- _TASK INSTRUCTIONS_
Report every line of the records that contains the word "detailPart".

[DATASET EXTRACT — start]

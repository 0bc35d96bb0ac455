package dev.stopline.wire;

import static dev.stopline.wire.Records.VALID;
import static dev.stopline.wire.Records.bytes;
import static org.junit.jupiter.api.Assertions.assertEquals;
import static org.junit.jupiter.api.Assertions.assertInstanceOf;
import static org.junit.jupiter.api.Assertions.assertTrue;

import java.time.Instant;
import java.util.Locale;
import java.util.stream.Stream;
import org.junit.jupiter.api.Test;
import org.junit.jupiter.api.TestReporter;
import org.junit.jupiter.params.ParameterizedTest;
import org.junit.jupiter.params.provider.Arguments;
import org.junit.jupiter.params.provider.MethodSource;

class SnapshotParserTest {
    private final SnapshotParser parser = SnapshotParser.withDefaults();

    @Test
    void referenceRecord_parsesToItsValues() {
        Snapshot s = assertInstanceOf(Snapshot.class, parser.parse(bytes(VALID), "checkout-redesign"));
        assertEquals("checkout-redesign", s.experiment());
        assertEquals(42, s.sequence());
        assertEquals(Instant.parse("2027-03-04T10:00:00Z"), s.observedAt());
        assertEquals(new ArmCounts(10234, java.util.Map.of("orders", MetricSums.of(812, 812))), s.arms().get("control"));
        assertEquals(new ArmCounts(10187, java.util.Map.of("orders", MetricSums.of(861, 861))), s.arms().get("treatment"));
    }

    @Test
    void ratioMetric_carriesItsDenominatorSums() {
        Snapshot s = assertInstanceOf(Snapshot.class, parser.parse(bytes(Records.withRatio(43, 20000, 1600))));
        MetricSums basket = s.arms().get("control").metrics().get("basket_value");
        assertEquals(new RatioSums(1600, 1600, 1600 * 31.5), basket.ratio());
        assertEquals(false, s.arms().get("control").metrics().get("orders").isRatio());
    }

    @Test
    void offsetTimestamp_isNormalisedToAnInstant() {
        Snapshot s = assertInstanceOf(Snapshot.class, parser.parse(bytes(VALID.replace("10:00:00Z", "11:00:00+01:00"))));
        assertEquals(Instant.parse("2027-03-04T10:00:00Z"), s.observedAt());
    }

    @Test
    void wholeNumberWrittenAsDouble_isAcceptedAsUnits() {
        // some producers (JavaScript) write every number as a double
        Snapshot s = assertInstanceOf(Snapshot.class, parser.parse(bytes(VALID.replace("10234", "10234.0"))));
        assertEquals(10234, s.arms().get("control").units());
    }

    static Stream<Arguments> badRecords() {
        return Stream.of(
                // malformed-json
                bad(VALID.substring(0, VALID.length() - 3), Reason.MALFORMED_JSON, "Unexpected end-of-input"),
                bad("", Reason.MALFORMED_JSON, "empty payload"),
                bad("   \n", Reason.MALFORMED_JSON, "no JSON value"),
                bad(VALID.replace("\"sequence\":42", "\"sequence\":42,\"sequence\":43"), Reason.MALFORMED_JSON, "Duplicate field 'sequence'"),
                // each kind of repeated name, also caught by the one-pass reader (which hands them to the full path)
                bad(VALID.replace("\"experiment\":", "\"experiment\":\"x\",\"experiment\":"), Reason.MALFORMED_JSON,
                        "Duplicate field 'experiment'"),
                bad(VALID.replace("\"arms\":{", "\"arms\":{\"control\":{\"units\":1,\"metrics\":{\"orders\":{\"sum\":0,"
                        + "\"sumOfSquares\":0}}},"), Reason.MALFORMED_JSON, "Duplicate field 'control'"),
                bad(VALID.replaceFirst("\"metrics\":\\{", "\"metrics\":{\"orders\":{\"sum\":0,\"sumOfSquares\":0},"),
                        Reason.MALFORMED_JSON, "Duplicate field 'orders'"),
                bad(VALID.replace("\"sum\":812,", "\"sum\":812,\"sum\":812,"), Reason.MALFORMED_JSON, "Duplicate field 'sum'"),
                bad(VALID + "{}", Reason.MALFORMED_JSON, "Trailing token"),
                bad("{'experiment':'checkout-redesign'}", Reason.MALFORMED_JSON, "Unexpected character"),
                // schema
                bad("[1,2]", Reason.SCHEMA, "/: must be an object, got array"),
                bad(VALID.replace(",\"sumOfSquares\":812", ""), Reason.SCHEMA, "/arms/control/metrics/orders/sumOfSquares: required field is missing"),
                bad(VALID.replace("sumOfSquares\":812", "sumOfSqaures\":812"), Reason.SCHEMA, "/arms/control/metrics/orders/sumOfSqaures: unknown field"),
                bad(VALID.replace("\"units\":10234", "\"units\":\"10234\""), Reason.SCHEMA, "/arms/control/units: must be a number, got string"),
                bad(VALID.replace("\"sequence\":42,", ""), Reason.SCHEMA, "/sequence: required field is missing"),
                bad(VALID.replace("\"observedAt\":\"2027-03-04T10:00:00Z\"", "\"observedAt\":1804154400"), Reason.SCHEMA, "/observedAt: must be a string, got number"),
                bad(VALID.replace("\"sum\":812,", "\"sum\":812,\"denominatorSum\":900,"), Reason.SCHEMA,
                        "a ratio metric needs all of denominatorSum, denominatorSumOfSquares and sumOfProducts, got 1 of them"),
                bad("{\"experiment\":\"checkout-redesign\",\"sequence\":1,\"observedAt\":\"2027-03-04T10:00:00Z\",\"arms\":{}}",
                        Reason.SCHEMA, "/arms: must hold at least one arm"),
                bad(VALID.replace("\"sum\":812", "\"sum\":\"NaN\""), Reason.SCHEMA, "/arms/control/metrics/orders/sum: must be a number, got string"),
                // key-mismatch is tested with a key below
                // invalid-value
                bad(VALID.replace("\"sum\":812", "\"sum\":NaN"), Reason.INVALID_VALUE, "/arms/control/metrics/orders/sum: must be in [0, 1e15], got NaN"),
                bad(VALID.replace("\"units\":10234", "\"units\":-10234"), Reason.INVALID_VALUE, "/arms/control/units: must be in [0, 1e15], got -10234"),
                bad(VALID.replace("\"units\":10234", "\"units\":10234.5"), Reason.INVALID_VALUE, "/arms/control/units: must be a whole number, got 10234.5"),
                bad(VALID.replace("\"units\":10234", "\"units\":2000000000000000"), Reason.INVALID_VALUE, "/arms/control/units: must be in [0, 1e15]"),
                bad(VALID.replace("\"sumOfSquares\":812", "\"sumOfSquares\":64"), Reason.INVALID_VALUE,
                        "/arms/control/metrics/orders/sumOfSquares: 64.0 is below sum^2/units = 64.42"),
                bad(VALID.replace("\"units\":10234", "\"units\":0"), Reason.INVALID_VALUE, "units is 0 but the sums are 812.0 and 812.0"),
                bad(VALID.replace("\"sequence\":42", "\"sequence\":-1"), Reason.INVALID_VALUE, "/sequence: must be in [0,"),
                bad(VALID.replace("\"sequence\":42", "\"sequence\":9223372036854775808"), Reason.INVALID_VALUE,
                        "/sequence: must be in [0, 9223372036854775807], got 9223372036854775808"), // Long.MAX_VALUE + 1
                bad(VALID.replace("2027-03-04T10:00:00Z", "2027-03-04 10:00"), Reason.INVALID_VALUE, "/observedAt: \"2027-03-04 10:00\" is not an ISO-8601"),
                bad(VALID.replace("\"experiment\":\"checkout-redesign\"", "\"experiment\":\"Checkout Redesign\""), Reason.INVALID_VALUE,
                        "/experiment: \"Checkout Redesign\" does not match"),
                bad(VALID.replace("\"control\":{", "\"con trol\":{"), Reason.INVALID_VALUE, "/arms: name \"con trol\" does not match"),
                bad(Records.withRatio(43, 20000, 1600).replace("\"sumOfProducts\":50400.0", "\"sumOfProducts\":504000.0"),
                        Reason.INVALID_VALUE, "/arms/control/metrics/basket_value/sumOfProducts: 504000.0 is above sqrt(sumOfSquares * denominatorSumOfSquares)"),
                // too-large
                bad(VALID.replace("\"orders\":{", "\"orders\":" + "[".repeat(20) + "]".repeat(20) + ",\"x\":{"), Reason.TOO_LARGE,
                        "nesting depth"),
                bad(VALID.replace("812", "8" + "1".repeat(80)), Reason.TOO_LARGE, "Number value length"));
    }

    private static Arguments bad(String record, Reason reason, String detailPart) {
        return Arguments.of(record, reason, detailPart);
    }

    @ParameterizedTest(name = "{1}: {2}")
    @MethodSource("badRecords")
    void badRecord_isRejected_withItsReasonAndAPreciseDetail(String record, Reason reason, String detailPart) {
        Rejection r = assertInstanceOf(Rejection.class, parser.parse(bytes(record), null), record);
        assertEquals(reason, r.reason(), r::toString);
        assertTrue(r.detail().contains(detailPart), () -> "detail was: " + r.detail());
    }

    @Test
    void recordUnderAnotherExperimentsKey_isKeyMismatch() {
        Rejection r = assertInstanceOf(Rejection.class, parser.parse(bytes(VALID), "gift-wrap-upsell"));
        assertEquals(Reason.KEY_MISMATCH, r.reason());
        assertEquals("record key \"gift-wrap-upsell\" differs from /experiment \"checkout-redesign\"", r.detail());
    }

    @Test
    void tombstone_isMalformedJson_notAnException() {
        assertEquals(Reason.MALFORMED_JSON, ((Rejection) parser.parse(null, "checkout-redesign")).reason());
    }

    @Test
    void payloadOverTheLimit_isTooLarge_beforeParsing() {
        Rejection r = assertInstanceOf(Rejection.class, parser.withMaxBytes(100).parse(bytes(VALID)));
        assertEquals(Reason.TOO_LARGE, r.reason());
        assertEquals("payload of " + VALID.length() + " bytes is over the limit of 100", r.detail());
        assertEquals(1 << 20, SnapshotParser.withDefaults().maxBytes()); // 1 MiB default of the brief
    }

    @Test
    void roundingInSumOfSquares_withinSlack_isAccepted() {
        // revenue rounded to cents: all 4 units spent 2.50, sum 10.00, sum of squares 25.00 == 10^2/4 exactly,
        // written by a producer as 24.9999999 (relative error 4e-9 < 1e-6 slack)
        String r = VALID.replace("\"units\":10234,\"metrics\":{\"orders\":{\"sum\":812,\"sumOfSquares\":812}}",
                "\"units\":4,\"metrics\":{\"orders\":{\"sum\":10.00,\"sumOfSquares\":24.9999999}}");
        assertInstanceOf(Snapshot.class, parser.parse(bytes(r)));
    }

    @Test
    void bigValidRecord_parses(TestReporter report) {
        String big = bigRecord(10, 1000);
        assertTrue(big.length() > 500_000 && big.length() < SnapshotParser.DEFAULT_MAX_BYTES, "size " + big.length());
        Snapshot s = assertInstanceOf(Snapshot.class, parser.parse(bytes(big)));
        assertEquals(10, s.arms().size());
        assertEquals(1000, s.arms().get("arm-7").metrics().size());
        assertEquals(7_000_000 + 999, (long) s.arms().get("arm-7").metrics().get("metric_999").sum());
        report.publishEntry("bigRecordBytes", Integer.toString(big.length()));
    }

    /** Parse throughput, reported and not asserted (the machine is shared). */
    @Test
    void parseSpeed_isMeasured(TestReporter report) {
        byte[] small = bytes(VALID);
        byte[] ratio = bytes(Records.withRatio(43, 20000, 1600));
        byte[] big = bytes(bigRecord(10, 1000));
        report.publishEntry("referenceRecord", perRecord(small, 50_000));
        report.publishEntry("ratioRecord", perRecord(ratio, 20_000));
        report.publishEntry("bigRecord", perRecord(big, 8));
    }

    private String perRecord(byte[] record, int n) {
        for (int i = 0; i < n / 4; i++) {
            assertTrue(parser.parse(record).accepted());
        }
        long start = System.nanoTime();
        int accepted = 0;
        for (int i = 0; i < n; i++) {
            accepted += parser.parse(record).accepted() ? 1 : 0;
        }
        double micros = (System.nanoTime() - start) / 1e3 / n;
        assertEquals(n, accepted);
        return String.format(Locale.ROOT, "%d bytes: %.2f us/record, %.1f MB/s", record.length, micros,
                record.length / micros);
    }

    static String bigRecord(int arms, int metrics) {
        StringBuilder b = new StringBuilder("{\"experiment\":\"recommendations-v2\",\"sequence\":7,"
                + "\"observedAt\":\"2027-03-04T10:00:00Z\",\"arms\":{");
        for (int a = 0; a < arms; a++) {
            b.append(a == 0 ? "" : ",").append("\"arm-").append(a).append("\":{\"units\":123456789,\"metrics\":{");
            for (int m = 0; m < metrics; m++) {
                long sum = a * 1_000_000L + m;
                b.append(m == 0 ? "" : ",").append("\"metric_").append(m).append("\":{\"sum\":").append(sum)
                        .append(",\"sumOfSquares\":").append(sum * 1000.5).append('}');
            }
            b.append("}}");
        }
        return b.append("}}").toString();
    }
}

[DATASET EXTRACT — finish]

- _RESPONSE_
    private static Arguments bad(String record, Reason reason, String detailPart) {
        return Arguments.of(record, reason, detailPart);
    void badRecord_isRejected_withItsReasonAndAPreciseDetail(String record, Reason reason, String detailPart) {
        assertTrue(r.detail().contains(detailPart), () -> "detail was: " + r.detail());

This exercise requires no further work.